Fig. 2.. Structures of excised APCP and BN-BC domains.

(A) Crystallographic structure of BN-BC at 1.7-Å resolution (N-form). The N- and the C-lobes are shown in light and dark green, respectively. The two cross-over elements—the floor loop and latch loop—are shown in red and beige, respectively. Also highlighted in red is the junction between the N- and C-lobes. The first 79 amino acids do not yield any electron density. (B) Structure of BN-BC showing the sites on opposite faces of the protein where the donor and acceptor PCPs are expected to bind. (C) NMR structure of APCP_ppant (amino acids 5 to 81). The disordered ppant arm is omitted for clarity. (D) NMR structure of substrate-loaded APCP_ppant (APCP_load; amino acids 5 to 81) showing both the ppant arm and the substrate (in stick representation). (E) NMR structure of BN (amino acids 4 to 77), which closely resembles the PCP fold.

Fig. 3.. BC exhibits conformational heterogeneity.

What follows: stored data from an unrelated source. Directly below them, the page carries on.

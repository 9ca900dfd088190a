"""Checks between tables that a hash chain alone cannot make. Pure SQL reads.

The alerts table is a working table (its status changes), so it is not chained; its chained
witness is the alert log, which gets one row per step (raise, repeat, escalate, ack, clear,
sent). Every alert must agree with its log, and every log step must belong to an alert: a
deleted alert, an alert quietly marked cleared or acknowledged, or a log row cut from the end
of the chain then shows. Each notification the outbox marks as sent for an alert must have its
`sent` step in the log.
"""

from __future__ import annotations

from collections import Counter, defaultdict

from watcher.store.chain import Finding


def _steps(conn) -> dict[int, list[tuple]]:
    out: dict[int, list[tuple]] = defaultdict(list)
    for alert_id, step, at_ts, by, note in conn.execute(
        "SELECT alert_id, step, at_ts, by, note FROM alert_log ORDER BY id"
    ):
        out[alert_id].append((step, at_ts, by, note))
    return out


def check_alerts(conn) -> list[Finding]:
    steps = _steps(conn)
    out = []
    alerts = conn.execute(
        "SELECT id, status, raised_ts, acked_ts, acked_by, cleared_ts, escalated_ts, repeats FROM alerts ORDER BY id"
    ).fetchall()
    known = {a[0] for a in alerts}
    for alert_id in sorted(set(steps) - known):
        what = f"alert {alert_id} is gone from the alerts table; its log has {len(steps[alert_id])} steps"
        out.append(Finding("alerts", alert_id, what, "MISSING"))
    for alert_id, status, raised_ts, acked_ts, acked_by, cleared_ts, escalated_ts, repeats in alerts:
        log = steps.get(alert_id, [])
        kinds = Counter(s[0] for s in log)

        def at(kind: str, log=log):
            return next((s for s in log if s[0] == kind), None)

        wrong = []
        raise_step = at("raise")
        if raise_step is None:
            wrong.append("no raise step in the log")
        elif raise_step[1] != raised_ts:
            wrong.append("raised at another time than its log says")
        ack = at("ack")
        if (status == "acknowledged" or acked_ts is not None) and (
            ack is None or (ack[1], ack[2]) != (acked_ts, acked_by)
        ):
            wrong.append("acknowledged without the matching ack step (who, when)")
        elif ack is not None and acked_ts is None:
            wrong.append("its log has an ack step the alert does not show")
        clear = at("clear")
        if (status == "cleared" or cleared_ts is not None) and (clear is None or clear[1] != cleared_ts):
            wrong.append("cleared without the matching clear step")
        elif clear is not None and status != "cleared":
            wrong.append(f"its log says cleared, the alert says {status}")
        if (escalated_ts is not None) != ("escalate" in kinds):
            wrong.append("escalation and its log step disagree")
        if repeats != kinds.get("repeat", 0):
            wrong.append(f"{repeats} repeats recorded, {kinds.get('repeat', 0)} in its log")
        if wrong:
            missing = any(w.startswith(("no ", "acknowledged without", "cleared without")) for w in wrong)
            out.append(Finding("alerts", alert_id, "; ".join(wrong), "MISSING" if missing else "MISMATCH"))
    return out


def check_outbox(conn) -> list[Finding]:
    """Each notification sent for an alert has its `sent` step (channel, time) in the log."""
    sent = {
        (a, round(t, 6), note)
        for a, t, note in conn.execute("SELECT alert_id, at_ts, note FROM alert_log WHERE step = 'sent'")
    }
    out = []
    for row_id, alert_id, channel, sent_ts in conn.execute(
        "SELECT id, alert_id, channel, sent_ts FROM outbox WHERE status = 'sent' AND alert_id IS NOT NULL ORDER BY id"
    ):
        if (alert_id, round(sent_ts, 6), channel) not in sent:
            what = f"notification for alert {alert_id} sent on {channel} has no sent step in the alert log"
            out.append(Finding("outbox", row_id, what, "MISSING"))
    return out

(A and B) Excerpts of the ¹H,¹³C-methyl HMQC spectrum of 50 μM ¹H,¹³C-ILV-methyl–labeled ²H-BN-BC with peak assignments. Asterisks indicate 35 unassigned peaks. ppm, parts per million. (C and D) Expansions of regions from the ¹H,¹³C-methyl HMQC spectrum showing methyl groups that adopt two conformations in both isolated BN-BC (left) and after addition of 12 equiv of APCP_load (right; BN-BC at a concentration of 100 μM in both). Purple and red labels indicate the major and minor conformations, respectively. The population of the minor conformation increases in the presence of APCP_load. (E) For some methyl groups, the peak corresponding to the minor conformation increases in intensity and shifts to a new position in the presence of APCP_load (light blue). (F and G) Some of the peaks showing little or no evidence of a second conformation in isolated BN-BC split into two peaks upon addition of APCP_load, corresponding to the APCP-bound (light blue) and unbound (purple) forms. (H) Peaks belonging to the BN domain in the BN-BC construct show a bimodal behavior upon addition of 1.8 to 12 equiv of APCP_load to 50 μM BN-BC (spectra are color-coded according to the number of APCP_load equivalents).

Fig. 4.. Structures of the encounter and final BN-BC–APCP_load complexes.

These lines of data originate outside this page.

"""Outbox rows: one row per (notification, channel), so a retry reaches only the channel that
failed. A dedupe key (unique) makes enqueueing idempotent: whatever re-runs after a crash, the
same notification is stored once. A row is marked `sending` (committed) before the send; a row
found `sending` at start-up was cut off mid-send and goes out again, marked as a possible repeat.
"""

from __future__ import annotations

import json

from watcher.store.alerts import log_step
from watcher.store.repo import Repo


class Outbox(Repo):
    def add(
        self,
        title: str,
        body: str,
        tags: list[str],
        now_ts: float,
        channels: list[str | None] = (None,),
        dedupe: str | None = None,
        alert_id: int | None = None,
        attach: str | None = None,
        level: str = "info",
    ) -> int:
        """Store the message once per channel (None: no channel takes it, kept as `unrouted`).
        level: info, success, warning or failure (what the channel shows as its urgency).
        Returns the number of rows added (0 when the dedupe key was seen before)."""
        added = 0
        for ch in channels:
            key = None if dedupe is None else f"{dedupe}@{ch or '-'}"
            cur = self.conn.execute(
                "INSERT OR IGNORE INTO outbox (created_ts, tags, title, body, next_try_ts, channel, dedupe, alert_id, "
                "attach, status, level) VALUES (?,?,?,?,?,?,?,?,?,?,?)",
                (
                    now_ts,
                    json.dumps(sorted(tags)),
                    title,
                    body,
                    now_ts,
                    ch,
                    key,
                    alert_id,
                    attach,
                    "pending" if ch else "unrouted",
                    level,
                ),
            )
            added += cur.rowcount
        return added

    def due(self, now_ts: float, limit: int = 50) -> list[tuple]:
        """(id, channel, title, body, attempts, attach, maybe_repeat, level) of pending rows due now,
        oldest first."""
        return self.conn.execute(
            "SELECT id, channel, title, body, attempts, attach, maybe_repeat, level FROM outbox "
            "WHERE status = 'pending' AND next_try_ts <= ? ORDER BY id LIMIT ?",
            (now_ts, limit),
        ).fetchall()

    def mark_sending(self, row_id: int) -> None:
        self.conn.execute("UPDATE outbox SET status = 'sending' WHERE id = ?", (row_id,))

    def recover(self) -> int:
        """Rows cut off mid-send by a crash go out again, flagged as possible repeats."""
        return self.conn.execute(
            "UPDATE outbox SET status = 'pending', maybe_repeat = 1 WHERE status = 'sending'"
        ).rowcount

    def record(self, row_id: int, status: str, result: str, log: str, now_ts: float, next_try_ts: float) -> None:
        self.conn.execute(
            "UPDATE outbox SET status = ?, attempts = attempts + 1, last_result = ?, last_log = ?, next_try_ts = ?, "
            "sent_ts = CASE WHEN ? = 'sent' THEN ? ELSE sent_ts END, "
            "last_failure = CASE WHEN ? = 'sent' THEN last_failure ELSE ? END WHERE id = ?",
            (status, result, log, next_try_ts, status, now_ts, status, f"{result}: {log}", row_id),
        )
        if status == "sent":  # the alert's own record shows each channel it reached
            alert_id, channel = self.conn.execute(
                "SELECT alert_id, channel FROM outbox WHERE id = ?", (row_id,)
            ).fetchone()
            if alert_id is not None:
                log_step(self.conn, alert_id, "sent", now_ts, now_ts, note=channel)

    def failing_channels(self) -> dict[str, float]:
        """Channels with a message still pending after a failed attempt: name -> oldest created_ts."""
        rows = self.conn.execute(
            "SELECT channel, min(created_ts) FROM outbox WHERE status = 'pending' AND attempts > 0 "
            "AND channel IS NOT NULL GROUP BY channel"
        )
        return {r[0]: r[1] for r in rows}
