"""A temporary on-disk table that puts a large input in time order with bounded memory: the
readings of a replayed file or an imported export are written here first (all of them checked
before any reaches the record), then read back in time order, a batch at a time.

It lives in its own SQLite file in a temporary folder beside the database (on the same disk,
never a RAM-backed /tmp), without journal or fsync: it is scratch, deleted when closed.
SQLite sorts it with its external merge sort, so memory stays flat for any input size.
"""

from __future__ import annotations

import sqlite3
import tempfile
from collections.abc import Iterable, Iterator
from pathlib import Path

from watcher.errors import StoreError

FIELDS = ("zone", "sensor", "signal", "ts", "value", "topic")
#: Pages SQLite may keep in memory for this file and its sorter (negative: KiB), about 16 MiB.
CACHE_KIB = 16 * 1024


class Staging:
    def __init__(self, beside: str | Path):
        folder = Path(beside).resolve().parent
        try:
            folder.mkdir(parents=True, exist_ok=True)  # as the store makes it for a first database
            self._dir = tempfile.TemporaryDirectory(prefix=".watcher-staging-", dir=folder)
            self.conn = sqlite3.connect(Path(self._dir.name) / "stage.db", isolation_level=None)
            for pragma in (
                "journal_mode = OFF",
                "synchronous = OFF",
                f"cache_size = -{CACHE_KIB}",
                "temp_store = FILE",
            ):
                self.conn.execute(f"PRAGMA {pragma}")
            self.conn.execute(
                "CREATE TABLE stage (zone TEXT NOT NULL, sensor TEXT NOT NULL, signal TEXT NOT NULL, "
                "ts REAL NOT NULL, value REAL NOT NULL, topic TEXT NOT NULL)"
            )
        except (OSError, sqlite3.Error) as exc:
            raise StoreError(f"{folder}: cannot make a staging file beside the database ({exc})") from exc
        self.count = 0

    def add(self, rows: Iterable[tuple], chunk: int = 20_000) -> None:
        """Append (zone, sensor, signal, ts, value, topic) rows, a chunk per transaction."""
        buf: list[tuple] = []
        for row in rows:
            buf.append(row)
            if len(buf) >= chunk:
                self._write(buf)
                buf = []
        if buf:
            self._write(buf)

    def _write(self, buf: list[tuple]) -> None:
        self.conn.execute("BEGIN")
        self.conn.executemany("INSERT INTO stage VALUES (?, ?, ?, ?, ?, ?)", buf)
        self.conn.execute("COMMIT")
        self.count += len(buf)

    def in_time_order(self, batch: int) -> Iterator[list[tuple]]:
        """The rows in time order (ties in the order they came), `batch` at a time."""
        cur = self.conn.execute(f"SELECT {', '.join(FIELDS)} FROM stage ORDER BY ts, rowid")
        while rows := cur.fetchmany(batch):
            yield rows

    def close(self) -> None:
        self.conn.close()
        self._dir.cleanup()

    def __enter__(self) -> Staging:
        return self

    def __exit__(self, *exc) -> None:
        self.close()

(A) Structure of the encounter complex formed between the BN domain of BN-BC (in orange) and APCP_load (in blue). The ppant arm is omitted for clarity, but the red dots indicate the position of the modified serine. Hydrogen bonds and hydrophobic contacts are shown in the upper and bottom views, respectively. (B) Overview of the structure of the final BN-BC–APCP_load complex (BC, green; BN, orange; APCP_load, blue). (C to E) Close-up views of the atomic interactions between APCP-α3 (C), APCP-F61 (D), and APCP-α2 (E) with BC. (F and G) Close-up views of the atomic interactions between BN and APCP-α1 (F) and APCP-α2 as well as BC (G).

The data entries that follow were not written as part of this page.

"""Per-bin sums the database has already made, kept so that the event analysis, which reads
the same four days of a zone's air every few minutes, asks the database only for what changed.

A window holds whole bins (k covers [k bin_s, (k + 1) bin_s)) as the database summed them:
a bin is known from the query that returned it (empty bins included) until a write may have
touched it. Readings forgets a bin on every insert into it, and every window when anything
else may have changed the rows (a rollback, retention, another connection's commit), so a
cached answer is the database's answer. (The service's own connection writes readings only
through Readings; a write to reading_rows beside it on that connection would not be seen.)
"""

from __future__ import annotations

import numpy as np

#: (bin numbers, sums, counts) of the bins holding readings, in bin order.
BinArrays = tuple[np.ndarray, np.ndarray, np.ndarray]


def as_arrays(rows: list[tuple]) -> BinArrays:
    """A query's (k, sum, count) rows as BinArrays."""
    if not rows:
        return np.empty(0, dtype=np.int64), np.empty(0), np.empty(0, dtype=np.int64)
    k, sums, counts = zip(*rows)
    return np.array(k, dtype=np.int64), np.array(sums, dtype=float), np.array(counts, dtype=np.int64)


class BinWindow:
    """Known bins among the `size` bins before the newest asked for."""

    def __init__(self, size: int):
        self.size = size
        self.k0: int | None = None
        self.sums = np.zeros(size)
        self.counts = np.zeros(size, dtype=np.int64)
        self.known = np.zeros(size, dtype=bool)

    def slide(self, k_end: int) -> None:
        """Make the window end at bin k_end (exclusive) if that is later; older bins go."""
        if self.k0 is None or k_end - self.size >= self.k0 + self.size:
            self.k0 = k_end - self.size
            self.known[:] = False
            return
        shift = k_end - self.size - self.k0
        if shift <= 0:
            return
        for a in (self.sums, self.counts, self.known):
            a[:-shift] = a[shift:]
        self.known[-shift:] = False
        self.k0 += shift

    def forget(self, k: int) -> None:
        if self.k0 is not None and 0 <= k - self.k0 < self.size:
            self.known[k - self.k0] = False

    def first_unknown(self, k_lo: int, k_hi: int) -> int:
        """The first bin in [k_lo, k_hi) not known (k_lo when it lies before the window)."""
        if self.k0 is None or k_lo < self.k0 or k_hi > self.k0 + self.size:
            return k_lo
        gaps = np.flatnonzero(~self.known[k_lo - self.k0 : k_hi - self.k0])
        return k_lo + int(gaps[0]) if gaps.size else k_hi

    def store(self, rows: list[tuple], k_lo: int, k_hi: int) -> None:
        """Remember bins [k_lo, k_hi) from a query that covered all of them (rows: (k, sum,
        count) of the bins holding readings; the others are empty)."""
        if self.k0 is None:
            return
        lo, hi = max(k_lo, self.k0), min(k_hi, self.k0 + self.size)
        if lo >= hi:
            return
        self.sums[lo - self.k0 : hi - self.k0] = 0.0
        self.counts[lo - self.k0 : hi - self.k0] = 0
        for k, s, n in rows:
            if lo <= k < hi:
                self.sums[k - self.k0], self.counts[k - self.k0] = s, n
        self.known[lo - self.k0 : hi - self.k0] = True

    def arrays(self, k_lo: int, k_hi: int) -> BinArrays:
        """The known bins [k_lo, k_hi) that hold readings, as the database gave them."""
        i = np.arange(k_lo - self.k0, k_hi - self.k0)
        i = i[self.counts[i] > 0]
        return i + self.k0, self.sums[i], self.counts[i]
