"""The base of every repository: one kind of record's SQL, on the store's connection.

A repository never opens, commits or rolls back: `Store.atomic` owns the transaction, so any
mix of repository calls inside it commits together or not at all. Every public method
translates sqlite3's errors into the error tree as they leave it (`translate`), so no caller
ever sees a library error: a storage fault is `StoreError` (the writer retries it), the
database refusing the data is `RecordRefused` (the writer sets the message aside).
"""

from __future__ import annotations

import functools
import inspect
import sqlite3

from watcher.errors import RecordRefused, StoreError, WatcherError


def is_storage_fault(exc: BaseException) -> bool:
    """sqlite3's operational errors and OS errors are the storage's; integrity, interface and
    programming errors (a value that cannot be bound, a broken constraint) are the data's."""
    if isinstance(exc, StoreError):
        return True
    if isinstance(exc, (sqlite3.OperationalError, OSError)):
        return True
    return type(exc) in (sqlite3.DatabaseError, sqlite3.InternalError)


def translate(exc: Exception, where: str) -> WatcherError | None:
    """The error tree's counterpart of a library error raised by the database (None: not one)."""
    if isinstance(exc, WatcherError):
        return exc
    if is_storage_fault(exc):
        return StoreError(f"{where}: {type(exc).__name__}: {exc}")
    if isinstance(exc, sqlite3.Error):
        return RecordRefused(f"{where}: {type(exc).__name__}: {exc}")
    return None


def _translated(method):
    @functools.wraps(method)
    def call(self, *args, **kwargs):
        try:
            return method(self, *args, **kwargs)
        except (sqlite3.Error, OSError) as exc:
            raise translate(exc, f"{type(self).__name__.lower()}.{method.__name__}") from exc

    return call


class Repo:
    def __init__(self, conn: sqlite3.Connection):
        self.conn = conn

    def __init_subclass__(cls, **kwargs):
        super().__init_subclass__(**kwargs)
        for name, member in list(vars(cls).items()):
            if inspect.isfunction(member) and not name.startswith("_") and not inspect.isgeneratorfunction(member):
                setattr(cls, name, _translated(member))


def text(s: str) -> str:
    """Text SQLite can store as UTF-8: lone surrogates become backslash escapes."""
    return s.encode("utf-8", "backslashreplace").decode("utf-8")


def marks(n: int) -> str:
    """n comma-separated placeholders."""
    return ", ".join("?" * n)


@functools.cache
def upsert(table: str, columns: str, key: str) -> str:
    """Insert a row, or replace the other columns of the row with the same key: standard SQL
    (SQLite 3.24+, PostgreSQL) where SQLite's INSERT OR REPLACE is its own. columns and key are
    comma-separated names; every column is given a value."""
    names = [c.strip() for c in columns.split(",")]
    keys = {k.strip() for k in key.split(",")}
    sets = ", ".join(f"{c} = excluded.{c}" for c in names if c not in keys)
    return (
        f"INSERT INTO {table} ({', '.join(names)}) VALUES ({marks(len(names))}) ON CONFLICT({key}) DO UPDATE SET {sets}"
    )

Fig. 5.. Schematic model of APCP recognition by BN-BC.

BN encompasses a folded PCP-like domain, which recruits APCP from solution through formation of an encounter complex. Because of the flexibility provided by the disordered region corresponding to amino acids 78 to 90, the APCP bound to BN can scan the surface of BC. Once APCP finds the donor binding site, an array of specific (but individually weak) interactions commits APCP to this binding site. BN readjusts its position to optimize the interaction interfaces and yield the final complex.